9. CARRIER shall not offer rates directly to or perform service directly for any shipper, consignor,
consignee or customer of BROKER where (1) the availability of such traffic first became known to
CARRIER as a result of BROKER’S efforts, or (2) where the traffic of the shipper, consignor, consignee
or customer of BROKER was first tendered to CARRIER by BROKER. If CARRIER breaches this
agreement and “back-solicits” BROKER’S customers, and/or obtains traffic from such a customer,
BROKER is then entitled, for a period of fifteen (15) months after the involved traffic first begins to
move, to a commission from CARRIER of 15% of the transportation revenue received on such traffic, as
liquidated damages.
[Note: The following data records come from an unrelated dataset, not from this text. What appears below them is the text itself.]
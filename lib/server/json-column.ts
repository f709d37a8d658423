import "server-only";
// Reading JSON columns. MariaDB's JSON type is an alias of LONGTEXT with a JSON_VALID check (MariaDB
// Knowledge Base, "JSON Data Type"), so mysql2 hands every JSON column back as a string; a value that is already
// parsed (a row built in code) or SQL NULL passes through. Every server module and the demo seed read JSON
// columns through these two functions.

/** The parsed value of a JSON column (SQL NULL reads as null). Throws on text that is not JSON. */
export function jsonColumn<T = unknown>(v: unknown): T {
  return (v == null ? null : typeof v === "string" ? JSON.parse(v) : v) as T;
}

/** As jsonColumn, but text that is not JSON reads as null (for readers that report such a row themselves). */
export function jsonColumnOrNull<T = unknown>(v: unknown): T | null {
  try {
    return jsonColumn<T>(v);
  } catch {
    return null;
  }
}
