import "server-only";
// Who is on the other end of a request. Forwarding headers (X-Forwarded-For, X-Forwarded-Host) are written by
// whoever sends the request, so they are believed only when the request came from a proxy we were told to
// trust (KW_TRUSTED_PROXIES, empty by default). The address the request actually came from is the socket's
// peer: the web server's guard (scripts/serve-guard.cjs) writes it into a header of its own on every request,
// replacing anything a client sent under that name, and names that header in KW_PEER_HEADER.
import net from "node:net";
import { env } from "./env";

type HeaderBag = Headers | Record<string, string | string[] | undefined> | undefined;

function header(h: HeaderBag, name: string): string | null {
  if (!h) return null;
  if (typeof (h as Headers).get === "function") return (h as Headers).get(name);
  const v = (h as Record<string, string | string[] | undefined>)[name.toLowerCase()];
  return (Array.isArray(v) ? v.join(",") : v) ?? null;
}

/** "::ffff:10.0.0.1" -> "10.0.0.1"; trims; null when it is not an IP address. */
export function normaliseIp(raw: string | null | undefined): string | null {
  const v = (raw ?? "").trim().replace(/^\[(.*)\]$/, "$1");
  const plain = /^::ffff:(\d+\.\d+\.\d+\.\d+)$/i.exec(v)?.[1] ?? v;
  return net.isIP(plain) ? plain.toLowerCase() : null;
}

/** A list of addresses and CIDR ranges ("10.0.0.1, 192.168.0.0/16, ::1") as a matcher. */
export function proxyMatcher(list: string): (ip: string) => boolean {
  const block = new net.BlockList();
  for (const item of list.split(",").map((s) => s.trim()).filter(Boolean)) {
    const [addr, bits] = item.split("/");
    const ip = normaliseIp(addr);
    if (!ip) throw new Error(`KW_TRUSTED_PROXIES: "${item}" is not an IP address or range`);
    const type = net.isIPv6(ip) ? "ipv6" : "ipv4";
    if (bits === undefined) block.addAddress(ip, type);
    else block.addSubnet(ip, Number(bits), type);
  }
  return (ip) => block.check(ip, net.isIPv6(ip) ? "ipv6" : "ipv4");
}

export interface AddressConfig {
  /** The header the server's guard writes the socket's peer into (KW_PEER_HEADER); none: not known. */
  peerHeader?: string;
  trusted: (ip: string) => boolean;
}

let cachedConfig: AddressConfig | undefined;
function config(): AddressConfig {
  if (!cachedConfig) {
    const e = env();
    cachedConfig = { peerHeader: e.KW_PEER_HEADER, trusted: proxyMatcher(e.KW_TRUSTED_PROXIES) };
  }
  return cachedConfig;
}

/** The socket's peer, when the server's guard recorded it. */
export function peerAddress(h: HeaderBag, c: AddressConfig = config()): string | null {
  return c.peerHeader ? normaliseIp(header(h, c.peerHeader)) : null;
}

/** Whether the request came straight from a trusted proxy (so its forwarding headers can be believed). */
export function fromTrustedProxy(h: HeaderBag, c: AddressConfig = config()): boolean {
  const peer = peerAddress(h, c);
  return !!peer && c.trusted(peer);
}

/**
 * The client's address: the socket's peer, or, while that is a trusted proxy, the address it says it forwarded
 * for (X-Forwarded-For is read from the right: each hop appends the address it received from, so only the
 * entries added by trusted proxies can be believed; the first untrusted one is the client). "unknown" when the
 * server did not record the peer (a development server without the guard).
 */
export function clientAddress(h: HeaderBag, c: AddressConfig = config()): string {
  const peer = peerAddress(h, c);
  if (!peer) return "unknown";
  let addr = peer;
  const hops = (header(h, "x-forwarded-for") ?? "").split(",").map((s) => s.trim()).filter(Boolean);
  while (c.trusted(addr) && hops.length) {
    const next = normaliseIp(hops.pop());
    if (!next) break;
    addr = next;
  }
  return addr;
}

/** The host the client asked for: X-Forwarded-Host from a trusted proxy, else the Host header. */
export function requestHost(h: HeaderBag, c: AddressConfig = config()): string | null {
  const forwarded = header(h, "x-forwarded-host")?.split(",")[0]?.trim();
  return forwarded && fromTrustedProxy(h, c) ? forwarded : header(h, "host");
}
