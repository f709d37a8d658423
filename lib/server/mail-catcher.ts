import "server-only";
// Reads the messages the local SMTP fake kept (scripts/smtp-fake.ts), for the caught-mail page (/mail) and the
// tests. The page exists only while the fake is configured, and in a production build only with the explicit
// opt-in of our local profiles (mailPageEnabled). It shows a person only their own mail (mailVisibleTo):
// - signed in: the messages to the account's address (the account named by KW_MAIL_PAGE_ALL_TO, the demo's
//   owner, sees every message);
// - signed out: only the verification mail of accounts created in this browser. Sign-up gives the browser a
//   random key in an httpOnly cookie (MAIL_KEY_COOKIE) and marks that one message with the key's SHA-256
//   (MAIL_KEY_HEADER). Nothing else is ever marked: a reset link, an invitation or any mail asked for by
//   someone else is never shown to a signed-out visitor.
import crypto from "node:crypto";
import fs from "node:fs/promises";
import path from "node:path";
import { env, type Env } from "./env";

export interface CaughtMail {
  id: string;
  to: string;
  subject: string;
  date: string;
  text: string;
  /** The SMTP envelope's recipients (lower case). */
  recipients: string[];
  /** The browser-key mark of a sign-up's verification mail, else null. */
  browserTag: string | null;
}

export const MAIL_KEY_COOKIE = "kw-mail-key";
export const MAIL_KEY_HEADER = "X-Kitwright-Browser";
/** How long a browser keeps its key (as long as a verification link lasts). */
export const MAIL_KEY_MAX_AGE_S = 48 * 3600;

function decodeQuotedPrintable(s: string): string {
  const bytes: number[] = [];
  const soft = s.replace(/=\r?\n/g, "");
  for (let i = 0; i < soft.length; i++) {
    if (soft[i] === "=" && /^[0-9A-F]{2}$/i.test(soft.slice(i + 1, i + 3))) {
      bytes.push(parseInt(soft.slice(i + 1, i + 3), 16));
      i += 2;
    } else bytes.push(...Buffer.from(soft[i], "utf8"));
  }
  return Buffer.from(bytes).toString("utf8");
}

function decodeHeader(v: string): string {
  return v.replace(/=\?utf-8\?([bq])\?([^?]*)\?=/gi, (_m, enc: string, data: string) =>
    enc.toLowerCase() === "b" ? Buffer.from(data, "base64").toString("utf8") : decodeQuotedPrintable(data.replace(/_/g, " ")),
  ).replace(/\?=\s+=\?/g, "");
}

export function parseMessage(id: string, raw: string): CaughtMail {
  const split = raw.search(/\r?\n\r?\n/);
  const head = raw.slice(0, split).replace(/\r?\n[ \t]+/g, " ");
  const body = raw.slice(split).replace(/^\r?\n\r?\n/, "");
  const headers = new Map<string, string>();
  for (const line of head.split(/\r?\n/)) {
    const i = line.indexOf(":");
    const name = line.slice(0, i).toLowerCase();
    // the first of a repeated header counts (the fake writes the envelope first, before the message's own)
    if (i > 0 && !headers.has(name)) headers.set(name, line.slice(i + 1).trim());
  }
  const cte = (headers.get("content-transfer-encoding") ?? "7bit").toLowerCase();
  const text = cte === "quoted-printable" ? decodeQuotedPrintable(body) : cte === "base64" ? Buffer.from(body, "base64").toString("utf8") : body;
  return {
    id,
    to: decodeHeader(headers.get("to") ?? headers.get("x-kitwright-envelope-to") ?? ""),
    subject: decodeHeader(headers.get("subject") ?? "(no subject)"),
    date: headers.get("date") ? new Date(headers.get("date")!).toISOString() : "",
    text,
    recipients: (headers.get("x-kitwright-envelope-to") ?? "").split(",").map((s) => s.trim().toLowerCase()).filter(Boolean),
    browserTag: headers.get(MAIL_KEY_HEADER.toLowerCase()) ?? null,
  };
}

/**
 * Whether the caught-mail page exists: only while the SMTP fake is configured, and in a production build only
 * when our local profiles opt in (KW_MAIL_PAGE=1, scripts/env.sh).
 */
export function mailPageEnabled(e: Pick<Env, "KW_MAIL_FAKE_DIR" | "NODE_ENV" | "KW_MAIL_PAGE"> = env()): boolean {
  return !!e.KW_MAIL_FAKE_DIR && (e.NODE_ENV !== "production" || e.KW_MAIL_PAGE === "1");
}

/** A new browser key (256 random bits), and the mark it puts on mail. */
export const newMailKey = (): string => crypto.randomBytes(32).toString("base64url");
export const mailKeyTag = (key: string): string => crypto.createHash("sha256").update(`kitwright-mail-key:${key}`).digest("hex");
export const isMailKey = (v: string | undefined | null): v is string => !!v && /^[A-Za-z0-9_-]{43}$/.test(v);

export interface MailViewer {
  /** The signed-in account, if any. */
  user: { email: string } | null;
  /** The browser's key (MAIL_KEY_COOKIE), if it has one. */
  browserKey: string | null;
}

/** Whether a caught message may be shown to this viewer (see the top of this file). */
export function mailVisibleTo(m: CaughtMail, v: MailViewer, allTo: string | undefined = env().KW_MAIL_PAGE_ALL_TO): boolean {
  if (v.user) {
    const me = v.user.email.toLowerCase();
    return (!!allTo && me === allTo.toLowerCase()) || m.recipients.includes(me);
  }
  return isMailKey(v.browserKey) && m.browserTag === mailKeyTag(v.browserKey);
}

/** Every caught message, newest first (tests; the page goes through caughtMailFor). */
export async function listCaughtMail(limit = 100): Promise<CaughtMail[]> {
  const dir = env().KW_MAIL_FAKE_DIR;
  if (!dir) return [];
  const names = (await fs.readdir(dir).catch(() => [] as string[])).filter((n) => n.endsWith(".eml")).sort().reverse().slice(0, limit);
  return Promise.all(names.map(async (n) => parseMessage(n.replace(/\.eml$/, ""), await fs.readFile(path.join(dir, n), "utf8"))));
}

/** The viewer's own caught messages, newest first, looking through the newest 2,000. */
export async function caughtMailFor(viewer: MailViewer, limit = 100): Promise<CaughtMail[]> {
  if (!viewer.user && !isMailKey(viewer.browserKey)) return [];
  return (await listCaughtMail(2000)).filter((m) => mailVisibleTo(m, viewer)).slice(0, limit);
}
Termination of this contract shall not affect the enforceability of the foregoing
provisions for a period of 15 months after termination.
10. Neither party hereto will be liable for the failure to tender or timely transport freight under this
Agreement if such failure, delay or other omission is caused by strikes, acts of God, war, accidents, civil
disorder, or through compliance with legally constituted order of civil or military authorities.
11. If a dispute arises out of or relates to this Agreement jurisdiction and venue for suit shall be in the
State or Federal court for the State and County in which Broker is located. Any modification to the terms
and conditions of this Agreement must be in writing and signed by authorized representatives of both
parties to be enforceable. This writing represents the entire agreement between the parties. All terms and
conditions of this Agreement are contained within the “four corners” of this Agreement. Failure by
BROKER to invoke or enforce any or all of the provisions of this Contract shall not constitute a waiver of
any or all such provisions, nor shall any assertion or showing of “custom” or “usage” be deemed a waiver
of the written terms and conditions contained in this Contract. If any part of this AGREEMENT is held
unenforceable, the rest of the AGREEMENT will continue in effect. The persons signing below have
actual authority to bind the parties upon whose behalf they sign.